In re eBay, Inc. Shareholders Litigation
2004 WL 253521 (Del. Ch. 2004)

  • eBay’s management hired Goldman Sachs to be their investment banking advisor. eBay made several stock offerings and acquisitions, and Goldman Sachs provided support.
    • Of course, Goldman Sachs was paid a lot of money for their help.
    • As a ‘reward’ Goldman Sachs offered some sweetheart deals to certain people eBay’s directors that allowed them to buy stock in other companies at significantly reduced prices. The directors could turn around and immediately sell these stocks and make millions of dollars.
      • That’s known as spinning.
  • Shareholders of eBay sued the directors for breach of fiduciary duty.

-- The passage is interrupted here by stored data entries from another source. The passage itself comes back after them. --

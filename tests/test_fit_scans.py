"""Fewer scans and less start-up on the plain fit: the profiling scan reads minimum and maximum only for a
column whose spread its sums leave in doubt, and fitting imports no pandas."""

from __future__ import annotations

import os
import subprocess
import sys
from pathlib import Path

import numpy as np
import statsmodels.api as sm
from conftest import assert_close, load_frame
from sklearn.datasets import load_breast_cancer

import dbfit
from dbfit.engines.duckdb_engine import DuckDBEngine

ROOT = Path(__file__).resolve().parent.parent
PREDICTORS = ["mean radius", "mean texture", "worst smoothness"]


def _cancer(con) -> None:
    # scikit-learn's bundled breast cancer data (Wisconsin diagnostic), 569 rows
    frame = load_breast_cancer(as_frame=True).frame[PREDICTORS + ["target"]]
    load_frame(con, "cancer", frame.rename(columns=lambda c: c.replace(" ", "_")))


def _statsmodels_slopes() -> np.ndarray:
    frame = load_breast_cancer(as_frame=True).frame
    design = sm.add_constant(frame[PREDICTORS])
    return sm.GLM(frame["target"], design, family=sm.families.Binomial()).fit(tol=1e-12).params.values[1:]


def _recorded_queries(monkeypatch) -> list[str]:
    seen: list[str] = []
    run = DuckDBEngine._run

    def recording(self, sql, parameters=None):
        seen.append(sql)
        return run(self, sql, parameters)

    monkeypatch.setattr(DuckDBEngine, "_run", recording)
    return seen


def test_the_profiling_scan_reads_no_minimum_or_maximum_when_the_sums_settle_every_spread(con, monkeypatch):
    # Reference: statsmodels GLM Binomial on the same rows.
    _cancer(con)
    seen = _recorded_queries(monkeypatch)
    model = dbfit.fit(con, "target ~ mean_radius + mean_texture + worst_smoothness", "cancer", progress=False)
    profiles = [sql for sql in seen if "sumsq_" in sql]
    assert len(profiles) == 1 and "MIN(" not in profiles[0] and "MAX(" not in profiles[0]
    assert not any("min_" in sql for sql in seen)
    assert model.stats["scans"] == 1 + model.stats["iterations"] + 1  # profile, Newton passes, confirmation
    assert_close(model.estimates[1:], _statsmodels_slopes(), 1e-8, "slopes")


def test_a_constant_column_and_one_far_from_zero_still_get_their_range(con, monkeypatch):
    # A column 1e9 + radius has a variance lost to cancellation in sum(x^2)/n - mean^2, and a constant column
    # has none: for those two only, one more scan reads minimum and maximum. Reference: statsmodels GLM
    # Binomial on the unshifted column (a shift moves only the intercept); the constant is aliased.
    _cancer(con)
    seen = _recorded_queries(monkeypatch)
    model = dbfit.fit(
        con,
        "target ~ (mean_radius + 1e9) + mean_texture + worst_smoothness + (0 * mean_texture + 3)",
        "cancer",
        progress=False,
    )
    ranges = [sql for sql in seen if "min_" in sql]
    assert len(ranges) == 1 and ranges[0].count("MIN(") == 2 and ranges[0].count("MAX(") == 2
    assert model.stats["scans"] == 2 + model.stats["iterations"] + 1
    assert_close(model.estimates[1:4], _statsmodels_slopes(), 1e-6, "slopes")
    assert np.isnan(model.estimates[4]) and any(w.startswith("aliased") for w in model.warnings)


FIT_IN_A_FRESH_PROCESS = """
import sys
import dbfit
import dbfit.fitting.driver as driver

con = dbfit.connect()
con.execute(
    "CREATE TABLE t AS SELECT i % 7 AS x, (i * 13) % 11 AS z, "
    "CASE WHEN (i * 37) % 11 > 5 + i % 3 THEN 1 ELSE 0 END AS y FROM range(3000) r(i)"
)
dbfit.fit(con, "y ~ x + z", "t", progress=False)
driver.SAMPLE_START_ROWS, driver.SAMPLE_ROWS = 1000, 800  # the path of a large fit: a sample first
dbfit.fit(con, "y ~ x + z", "t", progress=False)
print("pandas" in sys.modules)
"""


def test_fitting_imports_no_pandas():
    # pandas costs 0.3 to 1 s to import, more than a fit of a million rows; it stays out of the fit path.
    environment = {**os.environ, "PYTHONPATH": str(ROOT)}
    done = subprocess.run(
        [sys.executable, "-c", FIT_IN_A_FRESH_PROCESS],
        capture_output=True,
        text=True,
        env=environment,
        timeout=300,
    )
    assert done.returncode == 0, done.stderr[-3000:]
    assert done.stdout.strip() == "False"


BY_SEGMENT = "target ~ mean_radius + mean_texture + worst_smoothness"


def _segment_fit(con, monkeypatch, sample_start_rows: int):
    import dbfit.fitting.driver as driver

    monkeypatch.setattr(driver, "SAMPLE_START_ROWS", sample_start_rows)
    monkeypatch.setattr(driver, "SAMPLE_ROWS", 10**6)  # the whole table: the sample fit is the pooled fit
    return dbfit.fit(con, BY_SEGMENT, "cancer", by="mean_radius * 1000 % 3 < 1", progress=False)


def test_segments_start_from_the_pooled_fit_of_a_sample_and_need_fewer_grouped_passes(con, monkeypatch):
    # Reference: statsmodels GLM Binomial within each segment. From the pooled estimates (the segment's
    # intercept moved by its logit of the success rate) each segment is nearer its own estimates than from its
    # intercept alone; the grouped passes fall and the estimates stay those of the intercept-only start.
    _cancer(con)
    from_intercept = _segment_fit(con, monkeypatch, 10**9)
    from_pooled = _segment_fit(con, monkeypatch, 1)
    assert from_pooled.passes < from_intercept.passes
    frame = load_breast_cancer(as_frame=True).frame
    segment = (frame["mean radius"] * 1000 % 3) < 1
    for value, model in from_pooled.models.items():
        other = from_intercept.models[value]
        assert_close(model.estimates, other.estimates, 1e-10, f"segment {value} estimates")
        assert_close(model.covariance, other.covariance, 1e-10, f"segment {value} covariance")
        rows = frame[segment == value]
        reference = sm.GLM(rows["target"], sm.add_constant(rows[PREDICTORS]), family=sm.families.Binomial())
        assert_close(model.estimates, reference.fit(tol=1e-12).params.values, 1e-8, f"segment {value}")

    • The shareholders argued that these ‘rewards’ amounted to a kickback, and that if Goldman Sachs felt the need to show their gratitude, they should offer the cheap stocks to the corporation, so that the shareholders could benefit, not to individual directors.
    • eBay argued that under Delaware State law (Court of Chancery Rule 23.1), a shareholder must make a demand that a corporation’s board pursue potential litigation before initiating such litigation on the corporation’s behalf.
      • Basically, eBay was arguing that it was premature to start a lawsuit because what shareholders should have done was just as the directors to look into the problem first.
  • The Trial Court found for the Shareholders.
    • The Trial Court found that it would have been futile for the shareholders to ask eBay’s directors to investigate the problem because more than 50% of them were compromised and could not be trusted to act objectively on the issue.
      • The Trial Court noted that eBay’s board had seven people on it, but only three received ‘rewards’ from Goldman Sachs.
      • eBay argued that since four directors did not get ‘rewards’ from Goldman Sachs, if they didn’t think what was going on was proper they could have voted to commence legal proceedings against those that received ‘rewards’.
      • However, the Court agreed with the shareholders’ argument that although the other four directors were technically outsiders, they all had been given large amounts of eBay stock options, which would only vest if they remained directors. This made them very unlikely to do anything that might rock the boat and get them kicked off the board.
        • “One cannot conclude realistically that the outside directors would be able to objectively and impartially consider a demand to bring litigation against those to whom he is beholden for his current position and future position on eBay’s board.”